2. phData / consulting playbook surface — directly relevant to phData’s positioning when rolling out agentic workflows at clients:

Diagnostic question for first-meeting positioning: “What level are you at? Let’s apply the 4-question lens.”
Anti-pattern detection: “Your ‘AI strategy’ announcement doesn’t move you up. The org-chart change is the lagging indicator that you’ve actually moved.”
Sales hook for MAC specifically: L3 demands “core systems of record exposed via CLI/MCP/well-defined APIs” — that’s literally the surface MAC’s Scope × Basis matrix grades. MAC is the L3→L4 instrumentation for data work.
Sales hook for the broader RDCO advisory positioning: the framework gives consultants a structured way to talk about progression without selling vapor.

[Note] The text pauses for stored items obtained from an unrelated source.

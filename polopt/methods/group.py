"""Group-relative online updates: G samples per prompt from the current policy, rewards turned into
advantages relative to the group, a policy-gradient step with a KL term.

Per prompt x, a group y_1..y_G is drawn i.i.d. from the current policy pi; with rewards r_i and
advantages A_i (``method.advantage``):

    standardised    (r_i - mean) / std, std the sample standard deviation (ddof 1); 0 for a group of
                    equal rewards (the group-normalised advantage; Shao et al., DeepSeekMath, 2024)
    centred         r_i - mean
    leave_one_out   r_i - mean of the other G - 1 (Kool et al., Buy 4 REINFORCE samples, get a
                    baseline for free!, 2019; Ahmadian et al., Back to basics, 2024)

the update ascends ``E_group[(1/G) sum_i A_i grad log pi(y_i)]`` minus the KL term (``method.kl``):

    estimator   beta E_{y ~ pi}[grad (rho - log rho - 1)], rho = pi_ref(y) / pi(y), the sample held fixed
                (the per-sample penalty of DeepSeekMath; its expected gradient is beta sum_y (pi - pi_ref)
                grad log pi, the gradient of KL(pi_ref || pi), not of KL(pi || pi_ref))
    exact       beta grad KL(pi || pi_ref)
    in_reward   none apart: r_i - beta log(pi(y_i) / pi_ref(y_i)) replaces r_i (held fixed)

Estimators (``method.estimator``): ``exact`` takes the expectation over every ordered G-tuple of the
finite response set (K^G tuples, probabilities prod pi, held fixed), so each step is the expected
update itself; ``sampled`` draws ``method.batch_size`` groups per prompt. :func:`surrogate` is the one
expression of the update: the training step differentiates it with the held parts detached, and the
exact target (toy_tasks/methods/group_target.py) solves for the policy where that update vanishes.
With ``leave_one_out`` and ``in_reward`` the expected update is the gradient of E_pi[r] - beta KL(pi ||
pi_ref), so its stationary point is pi_ref e^{r / beta}; standardising moves it away.
"""

from __future__ import annotations

import itertools
from collections.abc import Callable

import torch

from polopt.methods.environment import FiniteEnvironment

Tensor = torch.Tensor
ADVANTAGES = ("standardised", "centred", "leave_one_out")
KL_TERMS = ("estimator", "exact", "in_reward")
ESTIMATORS = ("exact", "sampled")
MAX_TUPLES = 100_000  # ordered G-tuples of the exact expectation
TIE_TOLERANCE = 1e-12  # a group whose rewards' std is below this (relative to their size) has equal rewards


def check_group_method(group_size, advantage: str, kl: str, estimator: str, n_responses: int) -> None:
    """One-line ValueErrors naming the ``method.*`` key out of range."""
    if not isinstance(group_size, int) or isinstance(group_size, bool) or group_size < 2:
        raise ValueError(f"method.group_size must be an integer >= 2 (advantages are relative to the group), "
                         f"got {group_size!r}")
    if advantage not in ADVANTAGES:
        raise ValueError(f"method.advantage must be one of {', '.join(ADVANTAGES)}, got {advantage!r}")
    if kl not in KL_TERMS:
        raise ValueError(f"method.kl must be one of {', '.join(KL_TERMS)}, got {kl!r}")
    if estimator not in ESTIMATORS:
        raise ValueError(f"method.estimator must be one of {', '.join(ESTIMATORS)}, got {estimator!r}")
    if estimator == "exact" and n_responses**group_size > MAX_TUPLES:
        raise ValueError(f"method.estimator=exact sums over {n_responses}^{group_size} = "
                         f"{n_responses**group_size} groups, more than {MAX_TUPLES}; lower method.group_size or "
                         "use method.estimator=sampled")


def advantages(rewards: Tensor, kind: str) -> Tensor:
    """Group-relative advantages of rewards (..., G) -> (..., G) (see the module docstring)."""
    g = rewards.shape[-1]
    mean = rewards.mean(-1, keepdim=True)
    if kind == "centred":
        return rewards - mean
    if kind == "leave_one_out":
        return rewards - (rewards.sum(-1, keepdim=True) - rewards) / (g - 1)
    std = rewards.std(-1, keepdim=True)  # ddof 1
    # equal rewards, and rewards equal up to rounding (a sum of the same terms in another order): their mean
    # can differ from them by rounding, and (r - mean) / std would then be rounding noise of order 1, or, where
    # the std rounds to 0, of order 1e290, instead of 0
    scale = rewards.abs().amax(-1, keepdim=True).clamp(min=1.0)
    equal = (rewards == rewards[..., :1]).all(-1, keepdim=True) | (std <= TIE_TOLERANCE * scale)
    return torch.where(equal, 0.0, (rewards - mean) / std.clamp(min=torch.finfo(rewards.dtype).tiny))


def all_groups(n_responses: int, group_size: int) -> Tensor:
    """Every ordered G-tuple of K responses, (K^G, G)."""
    return torch.tensor(list(itertools.product(range(n_responses), repeat=group_size)), dtype=torch.long)


def surrogate(logp: Tensor, held: Tensor, env: FiniteEnvironment, *, beta: float, group_size: int, advantage: str,
              kl: str) -> Tensor:
    """The exact expected update as a scalar to minimise: its gradient in ``logp`` (X, K), with
    ``held`` (X, K) (the policy the groups are drawn from, its rewards and weights) held fixed, is
    minus the expected update. The training step passes ``held = logp.detach()``."""
    groups = all_groups(logp.shape[1], group_size)  # (T, G)
    draw = held.exp()[:, groups].prod(-1)  # (X, T): probability of each tuple
    rewards = env.rewards[:, groups]  # (X, T, G)
    if kl == "in_reward":
        rewards = rewards - beta * (held - env.reference)[:, groups]  # r - beta log(pi / pi_ref), held
    score = (advantages(rewards, advantage) * logp[:, groups]).mean(-1)  # (X, T)
    per_prompt = -(draw * score).sum(-1)  # (X,)
    if kl == "exact":
        per_prompt = per_prompt + beta * (logp.exp() * (logp - env.reference)).sum(-1)  # KL(pi || pi_ref)
    elif kl == "estimator":
        ratio = torch.exp(env.reference - logp)  # rho = pi_ref / pi
        per_prompt = per_prompt + beta * (held.exp() * (ratio - torch.log(ratio) - 1.0)).sum(-1)  # samples held
    return (env.prompt_weights * per_prompt).sum()


def _sampled_step(policy, env: FiniteEnvironment, *, beta, group_size, advantage, kl, batch_size, generator):
    def step(step: int) -> tuple[Tensor, dict]:
        prompt, response = env.sample(policy, batch_size * group_size, generator)  # (X B G,)
        logp = policy.logprobs(prompt, response)  # (X B G,)
        with torch.no_grad():
            rewards = env.reward(prompt, response)
            ref = env.reference_logprobs(prompt, response)
            if kl == "in_reward":
                rewards = rewards - beta * (logp - ref)
            adv = advantages(rewards.reshape(-1, group_size), advantage).reshape(-1)  # (X B G,)
            weight = env.prompt_weights[prompt] / (batch_size * group_size)
        loss = -(weight * adv * logp).sum()
        if kl == "estimator":
            ratio = torch.exp(ref - logp)
            loss = loss + beta * (weight * (ratio - torch.log(ratio) - 1.0)).sum()
        elif kl == "exact":
            dist = policy.log_distribution()
            loss = loss + beta * (env.prompt_weights * (dist.exp() * (dist - env.reference)).sum(-1)).sum()
        return loss, {}

    return step


def group_objective(policy: torch.nn.Module, env: FiniteEnvironment, *, beta: float, group_size: int = 4,
                    advantage: str = "standardised", kl: str = "estimator", estimator: str = "exact",
                    batch_size: int = 16, generator: torch.Generator | None = None
                    ) -> Callable[[int], tuple[Tensor, dict]]:
    """The per-step surrogate of :func:`polopt.training.loop.optimise` for group-relative updates."""
    if env.rewards is None:
        env.reward(torch.zeros(1, dtype=torch.long), torch.zeros(1, dtype=torch.long))  # raises the named error
    check_group_method(group_size, advantage, kl, estimator, env.rewards.shape[1])
    keys = dict(beta=beta, group_size=group_size, advantage=advantage, kl=kl)
    if estimator == "sampled":
        return _sampled_step(policy, env, batch_size=batch_size, generator=generator or torch.Generator(), **keys)

    def exact(step: int) -> tuple[Tensor, dict]:
        logp = policy.log_distribution()  # (X, K)
        return surrogate(logp, logp.detach(), env, **keys), {}

    return exact
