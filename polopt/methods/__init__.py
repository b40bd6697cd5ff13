"""Methods beyond the offline losses, chosen by the ``method`` config group.

- ``offline``: the offline losses on a task's pairs (the default path, :class:`polopt.training.loop.PairBatches`).
- ``rl``: KL-regularised REINFORCE (:mod:`polopt.methods.rl`); target pi_ref e^{r / beta}.
- ``selfplay``: pairs from the current policy (:mod:`polopt.methods.selfplay`); target the
  Nash equilibrium of the regularised preference game at tau = beta / 2.
- ``best_of_n``: distillation of best-of-n of the reference (:mod:`polopt.methods.distill`).
- ``group``: group-relative online updates (:mod:`polopt.methods.group`); target the update's exact
  stationary point, beside pi_ref e^{r / beta}.

Each method talks to a policy through log-probabilities and to a task through a
:class:`polopt.methods.environment.FiniteEnvironment`; the task computes each
method's exact target itself, independently of this code. A method is a per-step objective
``step(step) -> (scalar to minimise, metrics)``; it trains in the one training loop
(:func:`polopt.training.loop.optimise`, through :class:`polopt.training.loop.MethodBatches`);
:mod:`polopt.methods.dispatch` chooses one by name. The package itself imports nothing, so that a
module of it (the over-optimisation table of ``polopt compare``) loads without torch.
"""
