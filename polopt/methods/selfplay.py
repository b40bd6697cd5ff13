"""Self-play with a loss of the family: pairs from the current policy, the opponent a stop-gradient copy.

With the squared loss at beta, self-play's fixed point is the Nash equilibrium of
the KL-regularised preference game at tau = beta / 2 (Munos et al., Nash Learning
from Human Feedback, 2023; Calandriello et al., Human Alignment of Large Language
Models through Online Preference Optimisation, 2024): IPO's minimiser against a
sampling distribution mu is ``pi ∝ pi_ref exp(P(y > mu) / tau)`` (Azar et al. 2023),
and with mu = pi a fixed point is the regularised best response to itself::

    pi = BR(pi),   BR(pi)(y) ∝ pi_ref(y) exp(P(y > pi) / tau),   P(y > pi) = sum_j P[y, j] pi(j).

Two updates (``method.update``):

- ``fixed_point`` (the default with the exact estimator): minimise the distance
  between the policy and its own regularised best response, gradients through both,
  the symmetrised KL (Jeffreys divergence) scaled by tau::

      D(pi) = tau * sum_y (pi(y) - BR(pi)(y)) (log pi(y) - log BR(pi)(y))  >= 0,

  zero exactly where pi = BR(pi), at the equilibrium (unique: the game is
  tau-strongly monotone). Minimising a gap function of the game is the classical
  route for monotone problems (Fukushima, Equivalent differentiable optimization
  problems and descent methods for asymmetric variational inequality problems,
  1992); D is ours, derived here. Gradient self-play (below) follows the game's
  vector field instead, whose linearisation near the equilibrium has eigenvalues
  of modulus about |P - 1/2| / tau: at small beta its steps circle the equilibrium or
  collapse onto one response. D is an ordinary function to minimise, so the
  optimiser's usual step works at every beta (measured: TV <= 1e-4 for beta from
  0.01 to 1 on the built-in tasks with the default Adam, 2000 steps). The reverse KL
  term keeps the gradient alive on responses the policy has nearly dropped.
- ``gradient``: the offline objective ``f(beta rho)`` of :mod:`polopt.losses.reduce` on
  pairs from stopgrad(pi), labelled by P: online IPO when f is the squared loss. Any
  loss of the family; the update for sampled pairs.

Estimators (``method.estimator``):
- ``exact``: every ordered pair (i, j), i != j, weighted by ``mu_i mu_j P[i, j]``
  (the expectation over pairs and labels; pairs with i = j have margin 0 and
  carry no gradient); ``fixed_point`` uses the whole distribution.
- ``sampled``: ``method.batch_size`` pairs per prompt from mu, labels drawn from P
  (``gradient`` only).
"""

from __future__ import annotations

from collections.abc import Callable

import torch

from polopt.losses.margin import MarginLoss
from polopt.losses.pair import PairScores
from polopt.losses.reduce import margins, per_pair_losses, weighted_mean
from polopt.methods.environment import FiniteEnvironment
from polopt.methods.rl import check_estimator
from polopt.pairs import score_pairs

Tensor = torch.Tensor

UPDATES = ("fixed_point", "gradient")


def regularised_best_response(log_p: Tensor, log_reference: Tensor, preference: Tensor, *, tau: float) -> Tensor:
    """log BR(pi) = log_softmax(log pi_ref + P pi / tau) per prompt (Munos et al. 2023).
    (X, K), (X, K), (X, K, K) -> (X, K)."""
    win = torch.einsum("xij,xj->xi", preference, log_p.exp())  # (X, K): P(y > pi)
    return torch.log_softmax(log_reference + win / tau, dim=-1)


def best_response_divergence(log_p: Tensor, log_reference: Tensor, preference: Tensor, *, tau: float) -> Tensor:
    """D(pi) = tau * sum_y (pi - BR(pi)) (log pi - log BR(pi)), per prompt (X,): tau times the
    Jeffreys divergence between pi and its regularised best response; 0 exactly at the equilibrium."""
    best = regularised_best_response(log_p, log_reference, preference, tau=tau)  # (X, K)
    return tau * ((log_p.exp() - best.exp()) * (log_p - best)).sum(-1)


def resolve_update(update: str | None, estimator: str, loss: MarginLoss) -> str:
    """``method.update``: null picks fixed_point for the exact estimator, gradient for sampled pairs."""
    if update is None:
        return "fixed_point" if estimator == "exact" and loss.name == "squared" else "gradient"
    if update not in UPDATES:
        raise ValueError(f"method.update must be one of {', '.join(UPDATES)} or null, got {update!r}")
    if update == "fixed_point" and estimator != "exact":
        raise ValueError("method.update=fixed_point needs method.estimator=exact (it uses P(y > pi) for every "
                         "response); for sampled pairs use method.update=gradient")
    if update == "fixed_point" and loss.name != "squared":
        raise ValueError(f"method.update=fixed_point solves the squared loss's game (tau = beta / 2), got "
                         f"method.loss={loss.name}; use method.loss=squared, or method.update=gradient")
    return update


def selfplay_objective(policy: torch.nn.Module, env: FiniteEnvironment, loss: MarginLoss, *, beta: float,
                       estimator: str = "exact", batch_size: int = 64, update: str | None = None,
                       generator: torch.Generator | None = None) -> Callable[[int], tuple[Tensor, dict]]:
    """The per-step objective of :func:`polopt.training.loop.optimise` for self-play."""
    check_estimator(estimator)
    update = resolve_update(update, estimator, loss)
    if env.preference is None:
        env.prefer(*(torch.zeros(1, dtype=torch.long),) * 3)  # raises the named error
    if estimator == "sampled" and (not isinstance(batch_size, int) or batch_size < 1):
        raise ValueError(f"method.batch_size must be a positive integer, got {batch_size!r}")
    generator = generator or torch.Generator().manual_seed(0)
    n_prompts, k = env.reference.shape
    x, i, j = torch.nonzero(~torch.eye(k, dtype=torch.bool).expand(n_prompts, k, k), as_tuple=True)  # (E,) each

    def fixed_point(step: int) -> tuple[Tensor, dict]:
        logp = policy.log_distribution().to(env.reference.dtype)  # (X, K); a transformer's float32 to float64
        divergence = best_response_divergence(logp, env.reference, env.preference, tau=beta / 2.0)  # (X,)
        with torch.no_grad():
            mu = logp.exp()
            weight = env.prompt_weights[x] * mu[x, i] * mu[x, j] * env.preference[x, i, j]  # (E,)
            rho = margins(logp[x, i], logp[x, j], env.reference[x, i], env.reference[x, j])  # (E,)
        return (env.prompt_weights * divergence).sum(), {"margin_mean": float((weight * rho).sum() / weight.sum())}

    def exact(step: int) -> tuple[Tensor, dict]:
        logp = policy.log_distribution()  # (X, K)
        with torch.no_grad():
            mu = logp.exp()  # the opponent: a stop-gradient copy of the policy
            weight = env.prompt_weights[x] * mu[x, i] * mu[x, j] * env.preference[x, i, j]  # (E,)
        pair = _finite_pairs(logp[x, i], logp[x, j], env.reference[x, i], env.reference[x, j])  # (E,) each
        rho = margins(pair.winner, pair.loser, pair.ref_winner, pair.ref_loser)  # (E,)
        margin_mean = float((weight * rho.detach()).sum() / weight.sum())
        return weighted_mean(per_pair_losses(loss, pair, beta=beta), weight), {"margin_mean": margin_mean}

    def sampled(step: int) -> tuple[Tensor, dict]:
        prompt, first = env.sample(policy, batch_size, generator)  # (X * B,)
        _, second = env.sample(policy, batch_size, generator)
        with torch.no_grad():
            first_wins = torch.rand(len(prompt), generator=generator, dtype=env.reference.dtype) < env.prefer(
                prompt, first, second)
        winner, loser = torch.where(first_wins, first, second), torch.where(first_wins, second, first)
        logp_w, logp_l = score_pairs(policy.logprobs, prompt, winner, loser)  # (X B,) each
        pair = _finite_pairs(logp_w, logp_l, env.reference_logprobs(prompt, winner),
                             env.reference_logprobs(prompt, loser))  # (X B,) each
        rho = margins(pair.winner, pair.loser, pair.ref_winner, pair.ref_loser)  # (X B,)
        weight = env.prompt_weights[prompt]
        value = weighted_mean(per_pair_losses(loss, pair, beta=beta), weight)
        return value, {"margin_mean": float(rho.detach().mean())}

    if update == "fixed_point":
        return fixed_point
    return exact if estimator == "exact" else sampled


def _finite_pairs(winner: Tensor, loser: Tensor, ref_winner: Tensor, ref_loser: Tensor) -> PairScores:
    """The :class:`PairScores` of finite-task pairs: every response one token long. (B,) each."""
    ones = torch.ones_like(winner)
    return PairScores(winner, loser, ref_winner, ref_loser, ones, ones)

3. Tickered / scarce-targeting connection — when LLMs make generic “AI-assisted code” abundant, the Tickered framing applies (per Packy McCormick’s Scarce Assets piece, 2026-04-30-not-boring-scarce-assets-abundance-driven-scarcity). Miura-Ko’s framework is the operational form: L3+ orgs are scarce because they require explicit structural choices that L1 announcements can’t fake. The targeting system is what moves you up the levels.

4. Compound Engineering / orchestration thesis cluster — Miura-Ko’s L4 description (“agents update agents, skills marketplaces propagate wins, removes duplicate efforts”) is exactly the architecture Trevin Chow + Kieran Klaassen are building in the Compound Engineering plugin (2026-01-09-trevin-chow-agent-orchestration-thesis, 2026-05-01-trevin-compound-engineering-v3-4). Miura-Ko gives the org-design language; Chow/Klaassen give the implementation pattern. Together they form a coherent agent-deployer playbook.

Open questions for founder

RDCO’s explicit level claim — parent agent will draft, but founder should sign off on whether to publish/cite it.
Whether phData wants this framework as a sales tool or whether RDCO uses it as a positioning differentiator (one company can’t do both with the same client base).
Whether to develop a Sanity Check piece that uses the framework (different angle than the Tickered piece, separate slot).